Los ojos de Jay se enfocan más en mí. He estado cerca de la verdad.
—¿Sabes? Tú eres demasiado joven para ser Jay Talley, quienquiera haya sido —digo a continuación—. Jay Talley, sin un segundo nombre. Y no estudiaste en Harvard y dudo mucho de que hayas vivido alguna vez en Los Ángeles, por lo menos no de chico. Él es tu hermano, ¿verdad, Jay? Ese ser horriblemente deforme que se llama a sí mismo hombre lobo. Él es tu hermano, y tu ADN es casi tan idéntico al suyo en un estudio de rutina que ustedes dos podrían ser mellizos idénticos. ¿Sabías que tu ADN es igual al suyo en un estudio de rutina? En un nivel de cuatro sondas, ustedes dos son exactamente iguales.
En su cara destella la furia. El vanidoso y hermoso Jay no querría pensar nunca que su ADN era incluso parecido al de alguien tan feo y repugnante como Jean-Baptiste Chandonne.

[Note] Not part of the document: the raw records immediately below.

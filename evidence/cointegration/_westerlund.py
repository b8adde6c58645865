"""Westerlund's (2007) error-correction statistics and their period-resampling bootstrap (NumPy).

For each unit the conditional error-correction regression

    Δy_t = d_t'δ + α y_{t-1} + λ'x_{t-1} + Σ_{j=1..p} α_j Δy_{t-j} + Σ_{j=-q..p} γ_j'Δx_{t-j} + e_t

is fitted by OLS with the unit's lag order ``p`` and lead order ``q``. Units with the same ``(p, q)``
are fitted together; :func:`westerlund_statistics` does the same for a batch of panels (the
bootstrap), the unit regressions of all panels at once.
"""

from __future__ import annotations

from typing import Any

import numpy as np

from evidence._hac import long_run_cov, newey_west_lags
from evidence.cointegration._data import batch_ols, deterministics, lag_matrix

__all__ = ["ec_design", "select_orders", "westerlund_raw", "westerlund_statistics", "NAMES"]

#: The four statistics in the published order.
NAMES = ("Gt", "Ga", "Pt", "Pa")


def ec_design(y: np.ndarray, x: np.ndarray, p: int, q: int, trend: str, *,
              start: int | None = None, stop: int | None = None) -> dict[str, np.ndarray]:
    """Regressand and regressors of the error-correction regression for units ``y`` (n, T).

    Rows are periods ``start..stop-1`` (0-based, default: all usable ones, ``p+1 .. T-q-1``).
    Column order: deterministics, ``y_{t-1}``, ``x_{t-1}``, lagged ``Δy``, ``Δx_{t-j}`` for
    ``j = -q..p``. Also returns the index of ``y_{t-1}`` and of the ``Δx`` block.
    """
    n_units, n_years, k = x.shape
    start = p + 1 if start is None else start
    stop = n_years - q if stop is None else stop
    dy = np.concatenate([np.full((n_units, 1), np.nan), np.diff(y, axis=1)], axis=1)
    dx = np.concatenate([np.full((n_units, 1, k), np.nan), np.diff(x, axis=1)], axis=1)
    rows = slice(start, stop)
    d0 = deterministics(trend, n_years)[rows]
    parts = [np.broadcast_to(d0, (n_units, *d0.shape)),
             lag_matrix(y, [1])[:, rows], lag_matrix(np.moveaxis(x, 2, 1), [1])[:, :, rows, 0]
             .transpose(0, 2, 1)]
    if p:
        parts.append(lag_matrix(dy, list(range(1, p + 1)))[:, rows])
    dx_lags = [lag_matrix(dx[:, :, m], list(range(-q, p + 1)))[:, rows] for m in range(k)]
    parts.extend(dx_lags)
    z = np.concatenate(parts, axis=2)
    n_det = d0.shape[1]
    first_dx = n_det + 1 + k + p
    return {"dy": dy[:, rows], "z": z, "iy": np.array(n_det), "dx_cols": np.arange(first_dx, z.shape[2])}


def select_orders(y: np.ndarray, x: np.ndarray, lags: int | str, leads: int | str, *,
                  max_lags: int, max_leads: int, trend: str) -> tuple[np.ndarray, np.ndarray]:
    """Each unit's ``(p, q)``: fixed, or the AIC minimum on the sample common to all candidates."""
    n_units, n_years, _ = x.shape
    if lags != "aic" and leads != "aic":
        return np.full(n_units, int(lags)), np.full(n_units, int(leads))
    p_grid = range(max_lags + 1) if lags == "aic" else [int(lags)]
    q_grid = range(max_leads + 1) if leads == "aic" else [int(leads)]
    start, stop = max(p_grid) + 1, n_years - max(q_grid)
    best = np.full(n_units, np.inf)
    p_out = np.zeros(n_units, dtype=int)
    q_out = np.zeros(n_units, dtype=int)
    for p in p_grid:
        for q in q_grid:
            des = ec_design(y, x, p, q, trend, start=start, stop=stop)
            _, resid, _ = batch_ols(des["dy"], des["z"])
            nobs = resid.shape[1]
            aic = np.log(np.sum(resid ** 2, axis=1) / nobs) + 2.0 * des["z"].shape[2] / nobs
            better = aic < best - 1e-12
            best = np.where(better, aic, best)
            p_out = np.where(better, p, p_out)
            q_out = np.where(better, q, q_out)
    return p_out, q_out


def _units(y: np.ndarray, x: np.ndarray, p_i: np.ndarray, q_i: np.ndarray,
           trend: str) -> dict[str, np.ndarray]:
    """Each unit's pieces of the four statistics (every array (M,) for M units)."""
    n_units = y.shape[0]
    keys = ("alpha", "se", "alpha1", "sigma", "nobs", "yy", "ydy")
    out = {key: np.empty(n_units) for key in keys}
    for p, q in sorted(set(zip(p_i.tolist(), q_i.tolist(), strict=True))):
        idx = np.flatnonzero((p_i == p) & (q_i == q))
        des = ec_design(y[idx], x[idx], p, q, trend)
        z, dy, iy = des["z"], des["dy"], int(des["iy"])
        coef, resid, xtx_inv = batch_ols(dy, z)
        t_len, n_par = z.shape[1], z.shape[2]
        s2 = np.sum(resid ** 2, axis=1) / (t_len - n_par)
        out["alpha"][idx] = coef[:, iy]
        out["se"][idx] = np.sqrt(s2 * xtx_inv[:, iy, iy])
        out["sigma"][idx] = np.sqrt(s2)
        out["nobs"][idx] = t_len
        # alpha_i(1) = omega_u / omega_y: long-run standard deviations of u = e + γ(L)'Δx and of Δy.
        u = resid + np.einsum("ntk,nk->nt", z[:, :, des["dx_cols"]], coef[:, des["dx_cols"]])
        pair = np.stack([u, dy], axis=2)
        if trend != "none":
            pair = pair - pair.mean(axis=1, keepdims=True)
        omega = long_run_cov(pair, newey_west_lags(t_len))[1]
        alpha1 = np.sqrt(omega[:, 0, 0] / omega[:, 1, 1])
        out["alpha1"][idx] = alpha1
        # Pooled pieces: with ỹ_{t-1} and Δỹ net of the other regressors, Σ ỹ² is the inverse of
        # the y_{t-1} element of (Z'Z)⁻¹ and Σ ỹ Δỹ = α_i Σ ỹ² (Frisch–Waugh–Lovell).
        yy = 1.0 / xtx_inv[:, iy, iy]
        out["yy"][idx] = yy
        out["ydy"][idx] = coef[:, iy] * yy / alpha1
    return out


def _combine(units: dict[str, np.ndarray]) -> dict[str, np.ndarray]:
    """Gt, Ga, Pt, Pa from unit pieces shaped (..., N)."""
    alpha_pool = np.sum(units["ydy"], axis=-1) / np.sum(units["yy"], axis=-1)
    s_n = np.mean(units["sigma"] / units["alpha1"], axis=-1)
    se_pool = s_n / np.sqrt(np.sum(units["yy"], axis=-1))
    t_mean = np.mean(units["nobs"], axis=-1)
    return {"Gt": np.mean(units["alpha"] / units["se"], axis=-1),
            "Ga": np.mean(units["nobs"] * units["alpha"] / units["alpha1"], axis=-1),
            "Pt": alpha_pool / se_pool, "Pa": t_mean * alpha_pool}


def westerlund_raw(y: np.ndarray, x: np.ndarray, p_i: np.ndarray, q_i: np.ndarray,
                   trend: str) -> dict[str, Any]:
    """Gt, Ga, Pt, Pa before standardisation, and the unit pieces (see ``westerlund_test``)."""
    units = _units(y, x, p_i, q_i, trend)
    out: dict[str, Any] = {k: float(v) for k, v in _combine(units).items()}
    out.update({"alpha": units["alpha"], "se": units["se"], "alpha1": units["alpha1"],
                "nobs": units["nobs"]})
    return out


def westerlund_statistics(y: np.ndarray, x: np.ndarray, lags: int | str, leads: int | str, *,
                          max_lags: int, max_leads: int,
                          trend: str) -> tuple[dict[str, np.ndarray], np.ndarray, np.ndarray]:
    """The four raw statistics of panels ``y`` (..., N, T), ``x`` (..., N, T, k).

    Orders are fixed or chosen by AIC for each unit of each panel (as for the data). Returns the
    statistics shaped like the leading axes and the orders (..., N).
    """
    lead, (n_units, n_years, k) = y.shape[:-2], x.shape[-3:]
    yf, xf = y.reshape(-1, n_years), x.reshape(-1, n_years, k)
    p_i, q_i = select_orders(yf, xf, lags, leads, max_lags=max_lags, max_leads=max_leads,
                             trend=trend)
    units = _units(yf, xf, p_i, q_i, trend)
    shaped = {key: value.reshape(*lead, n_units) for key, value in units.items()}
    return _combine(shaped), p_i.reshape(*lead, n_units), q_i.reshape(*lead, n_units)
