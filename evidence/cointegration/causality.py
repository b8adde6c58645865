"""Dumitrescu–Hurlin panel Granger non-causality test, with a bootstrap for cross-sectional dependence.

References
----------
dumitrescuhurlin2012 : Dumitrescu, E.-I. & Hurlin, C. (2012). Testing for Granger non-causality in
    heterogeneous panels. Economic Modelling 29(4), 1450–1460.
"""

from __future__ import annotations

import math
from collections.abc import Sequence
from typing import Any

import numpy as np
from scipy import stats

from evidence._resample import bias_corrected, common_shocks, resample_residuals
from evidence._typing import DEFAULT_SEED, Seed
from evidence._validation import check_choice, check_seed
from evidence.cointegration._data import (
    as_columns,
    batch_ols,
    lag_matrix,
    option_int,
    relation_block,
)
from evidence.cointegration._inference import (
    INFERENCES,
    bootstrap_pvalue,
    run_bootstrap,
    seed_record,
    size_options,
    size_warning,
)
from evidence.errors import SpecError
from evidence.panel import Panel
from evidence.parallel import ExecutorLike
from evidence.results import TestResult

__all__ = ["dumitrescu_hurlin_test", "unit_wald"]


def _designs(y: np.ndarray, x: np.ndarray, lags: int) -> tuple[np.ndarray, np.ndarray, np.ndarray]:
    """Target ``y_t`` and the restricted (constant, own lags) and full (plus lags of x) designs."""
    n_units = y.shape[0]
    own = lag_matrix(y, list(range(1, lags + 1)))[:, lags:]
    cross = lag_matrix(x, list(range(1, lags + 1)))[:, lags:]
    const = np.ones((*own.shape[:2], 1))
    restricted = np.concatenate([const, own], axis=2)
    del n_units
    return y[:, lags:], restricted, np.concatenate([restricted, cross], axis=2)


def unit_wald(y: np.ndarray, x: np.ndarray, lags: int) -> np.ndarray:
    """Each unit's Wald statistic of ``β_i = 0`` in ``y_t = a + Σ γ_k y_t-k + Σ β_k x_t-k + e_t``.

    ``W_i = (SSR_r - SSR_u) / (SSR_u / (T - 2K - 1))`` with ``T`` the regression sample, which is
    the quadratic form ``β' [s² (Z'Z)^-1]_ββ^-1 β`` with the degrees-of-freedom variance ``s²``.
    """
    target, restricted, full = _designs(y, x, lags)
    _, r_res, _ = batch_ols(target, restricted)
    _, u_res, _ = batch_ols(target, full)
    ssr_r, ssr_u = np.sum(r_res ** 2, axis=1), np.sum(u_res ** 2, axis=1)
    dof = target.shape[1] - 2 * lags - 1
    return (ssr_r - ssr_u) / (ssr_u / dof)


def _z_stats(w: np.ndarray, lags: int, n_years: int) -> tuple[float, float, float]:
    n_units = w.size
    w_bar = float(np.mean(w))
    z_bar = math.sqrt(n_units / (2 * lags)) * (w_bar - lags)
    if n_years > 5 + 3 * lags:
        t, k = n_years, lags
        z_tilde = (math.sqrt(n_units / (2 * k) * (t - 3 * k - 5) / (t - 2 * k - 3))
                   * ((t - 3 * k - 3) / (t - 3 * k - 1) * w_bar - k))
    else:
        z_tilde = math.nan
    return w_bar, z_bar, z_tilde


def _null_model(y: np.ndarray, x: np.ndarray, lags: int) -> dict[str, np.ndarray]:
    """Each unit's VAR(K) of ``(y, x)`` under H0, bias-corrected, with its centred residuals.

    The VAR is fitted without restriction, its lag coefficients corrected for their first-order
    small-sample bias (Pope 1990, as in the cointegration sieve) and the coefficients of lagged
    ``x`` in the equation of ``y`` then set to zero (H0). Returns ``lags`` (N, K, 2, 2),
    ``intercept`` (N, 2), ``resid`` (N, S, 2) and the first K observations ``start`` (N, K, 2).
    """
    n_units, n_years = y.shape
    z = np.stack([y, x], axis=2)
    target = z[:, lags:]
    parts = [np.ones((n_units, n_years - lags, 1))]
    parts += [z[:, lags - j:n_years - j] for j in range(1, lags + 1)]
    design = np.concatenate(parts, axis=2)
    coef = np.linalg.solve(np.swapaxes(design, 1, 2) @ design, np.swapaxes(design, 1, 2) @ target)
    resid = target - design @ coef
    resid = resid - resid.mean(axis=1, keepdims=True)
    blocks = np.moveaxis(coef[:, 1:, :].reshape(n_units, lags, 2, 2), 3, 2)
    sigma = np.swapaxes(resid, 1, 2) @ resid / resid.shape[1]
    blocks = bias_corrected(blocks, sigma, resid.shape[1])
    blocks[:, :, 0, 1] = 0.0                                   # H0: no lagged x in y's equation
    mean = target.mean(axis=1)
    intercept = ((np.eye(2) - blocks.sum(axis=1)) @ mean[..., None])[..., 0]
    return {"lags": blocks, "intercept": intercept, "resid": resid, "start": z[:, :lags],
            "common": common_shocks(resid)}


def _bootstrap_draw(spec: tuple[dict[str, Any], int, int], rng: np.random.Generator,
                    reps: int) -> dict[str, np.ndarray]:
    """Z-bar of ``reps`` panels generated from the null model (see ``dumitrescu_hurlin_test``)."""
    model, lags, block_length = spec
    n_units, n_years = model["start"].shape[0], model["resid"].shape[1] + lags
    shocks = resample_residuals(model["resid"], rng, reps, n_years - lags,
                                block_length=block_length, common=model["common"])
    z = np.empty((reps, n_units, n_years, 2))
    z[:, :, :lags] = model["start"]
    for t in range(lags, n_years):
        value = model["intercept"] + shocks[:, :, t - lags]
        for j in range(1, lags + 1):
            value = value + (model["lags"][:, j - 1] @ z[:, :, t - j, :, None])[..., 0]
        z[:, :, t] = value
    w = unit_wald(z[..., 0].reshape(-1, n_years), z[..., 1].reshape(-1, n_years), lags)
    w_bar = w.reshape(reps, n_units).mean(axis=1)
    return {"z_bar": np.sqrt(n_units / (2 * lags)) * (w_bar - lags)}


def dumitrescu_hurlin_test(panel: Panel, dependent: str, regressors: str | Sequence[str], *,
                           lags: int = 1, inference: str | None = None, reps: int = 499,
                           block_length: int | None = None, seed: Seed = DEFAULT_SEED,
                           executor: ExecutorLike = "serial") -> TestResult:
    """Dumitrescu–Hurlin test of Granger non-causality from a regressor to ``dependent``.

    H0: the regressor does not Granger-cause ``dependent`` in any unit. H1: it does in some units.

    Parameters
    ----------
    panel, dependent, regressors
        The panel, the caused column and the causing column (one name; use stationary series,
        e.g. growth rates made with ``panel.with_growth``).
    lags : int
        Lag order K of both variables (the same in every unit).
    inference : {"bootstrap", "asymptotic"}, optional
        ``"bootstrap"`` (the default): the p-value from a bootstrap under H0 that keeps each
        unit's dynamics and the dependence between units. ``"asymptotic"``: Z-bar tilde against
        the normal, which over-rejects with persistent series at any length users have (measured
        at N = 20 with AR(0.7) series, 5 % nominal: 18 % at T = 30, 17 % at T = 50, 11–16 % at
        T = 80); the result's warnings give the measured size.
    reps, block_length, seed, executor
        Bootstrap replications, block length of the resampled periods (default 1), the seed and
        where the replications run (:mod:`evidence.parallel`).

    Returns
    -------
    TestResult
        ``statistic`` is Z-bar tilde when ``T > 5 + 3K`` (else Z-bar); ``details`` holds W-bar,
        Z-bar, Z-bar tilde, their asymptotic p-values and each unit's Wald statistic.

    Notes
    -----
    ``W-bar = N^-1 Σ W_i`` with ``W_i`` the unit Wald statistics (:func:`unit_wald`);
    ``Z-bar = sqrt(N/(2K)) (W-bar - K)``; ``Z-bar tilde = sqrt(N/(2K) (T-3K-5)/(T-2K-3))
    ((T-3K-3)/(T-3K-1) W-bar - K)`` with ``T`` the number of periods (each unit regression
    uses the ``T - K`` after the first K, so ``W_i`` is K times an F(K, T-3K-1) when the regressors
    are fixed); both N(0,1) under H0 (right tail). The bootstrap fits each unit's VAR(K) of
    ``(y, x)``, removes the small-sample bias of its lag coefficients (Pope 1990), imposes H0 (no
    lagged ``x`` in ``y``'s equation), and rebuilds both series from their first K values with
    residuals resampled as in :func:`evidence._resample.resample_residuals` (common shocks by
    whole periods when the residuals show dependence between units, own shocks unit by unit);
    Z-bar and Z-bar tilde are monotone in W-bar, so the
    p-value ``(1 + #{Z* >= Z}) / (B + 1)`` serves both.

    References
    ----------
    dumitrescuhurlin2012 (see the module docstring).

    Examples
    --------
    >>> import evidence as ev
    >>> panel = ev.demo_panel().with_growth("ghg_territorial", name="g_ghg").with_growth(
    ...     "gdp", name="g_gdp")
    >>> res = dumitrescu_hurlin_test(panel, "g_ghg", "g_gdp", lags=1, reps=49)
    >>> res.details["units"], len(res.details["unit_wald"]), res.details["inference"]
    (30, 30, 'bootstrap')
    """
    lags = option_int("lags", lags, 1)
    reps = option_int("reps", reps, 19)
    length = option_int("block_length", block_length, 1, default=1)
    seed = check_seed(seed)
    cols = as_columns(regressors)
    if len(cols) != 1:
        raise SpecError(f"regressors={list(cols)}: the test is for one causing variable; give one "
                        "column.")
    cause = cols[0]
    block = relation_block(panel, dependent, cols, min_years=3 * lags + 3,
                           purpose=f"dumitrescu_hurlin_test with lags={lags}")
    n_units, n_years = block.n_units, block.n_years
    inference = check_choice("inference", inference or "bootstrap", INFERENCES)
    yv, xv = block.y, block.x[:, :, 0]
    nobs = n_years - lags
    w = unit_wald(yv, xv, lags)
    w_bar, z_bar, z_tilde = _z_stats(w, lags, n_years)
    p_bar, p_tilde = float(stats.norm.sf(z_bar)), float(stats.norm.sf(z_tilde))
    warnings = []
    if math.isnan(z_tilde):
        warnings.append(f"T={n_years} is not above 5 + 3K = {5 + 3 * lags}: Z-bar tilde is not "
                        "defined; the statistic is Z-bar.")
    details: dict[str, Any] = {"lags": lags, "inference": inference, "w_bar": w_bar,
                               "z_bar": z_bar, "z_bar_pvalue": p_bar,
                               "z_bar_tilde": z_tilde, "z_bar_tilde_pvalue": p_tilde,
                               "unit_wald": dict(zip(block.units, w.tolist(), strict=True)),
                               "unit_pvalues": dict(zip(block.units, stats.chi2.sf(w, lags).tolist(),
                                                        strict=True)),
                               "units": n_units, "years": block.span, "excluded": block.excluded}
    statistic, pvalue = (z_bar, p_bar) if math.isnan(z_tilde) else (z_tilde, p_tilde)
    crit = {a: float(stats.norm.isf(a)) for a in (0.01, 0.05, 0.10)}
    if inference == "bootstrap":
        model = _null_model(yv, xv, lags)
        draws = run_bootstrap(_bootstrap_draw, (model, lags, length), reps=reps, seed=seed,
                              executor=executor)["z_bar"]
        pvalue, used = bootstrap_pvalue(z_bar, draws, "right")
        quantiles = {a: float(np.quantile(draws[np.isfinite(draws)], 1 - a)) for a in (0.01, 0.05, 0.10)}
        if not math.isnan(z_tilde):  # the same quantiles on the reported (Z-bar tilde) scale
            crit = {a: z_tilde + (q - z_bar) * (z_tilde - _z_stats(w + 1.0, lags, n_years)[2]) /
                    (z_bar - _z_stats(w + 1.0, lags, n_years)[1]) for a, q in quantiles.items()}
        else:
            crit = quantiles
        details.update({"reps": reps, "bootstrap_draws": used, "block_length": length,
                        "bootstrap_pvalue": pvalue, "seed": seed_record(seed),
                        "common_shocks": bool(model["common"])})
    options = size_options(inference)
    note, caution = size_warning("Dumitrescu-Hurlin", n_units, n_years, options)
    if note:
        details["size"] = note
    if caution:
        warnings.append(caution)
    return TestResult(test="Dumitrescu-Hurlin", statistic=statistic, pvalue=pvalue,
                      critical_values=crit,
                      null=f"{cause} does not Granger-cause {dependent} in any unit",
                      alternative=f"{cause} Granger-causes {dependent} in some units",
                      nobs=n_units * nobs, details=details, reference="dumitrescuhurlin2012",
                      warnings=tuple(warnings))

—Y el cadáver en el contenedor de carga. El que ayudaste a que creyéramos que era Thomas, el hermano. Su ADN tenía también muchos puntos en común, pero no tantos como los tuyos, los tuyos a partir del semen que dejaste en el cuerpo de Susan Pless antes de que la golpearan brutalmente y la mataran. ¿Quién era Thomas? ¿Un pariente? ¿No un hermano? ¿Qué? ¿Un primo? ¿También a él lo mataste? ¿Tú lo ahogaste en Antwerp o eso lo hizo Jean-Baptiste? Y después me convenciste de que fuera a Interpol, no porque necesitaras mi ayuda en el caso sino porque querías averiguar qué sabía yo. Querías estar seguro de que yo ignoraba que Benton seguramente comenzaba a descubrir que tú eras un Chandonne —digo, y Jay no reacciona—. Lo más probable es que tú seas el cerebro del negocio de tu padre y por esa razón ingresaste en una organización de fuerzas del orden, para trabajar de manera encubierta y convertirte en un espía. Sólo Dios sabe cuántos negocios has hecho desviar, porque sabías qué estaban haciendo los tipos buenos y después les trabajabas en contra a sus espaldas. —Sacudo la cabeza. —Deja ir a Lucy —le digo—. Haré lo que quieras, pero suéltala a ella.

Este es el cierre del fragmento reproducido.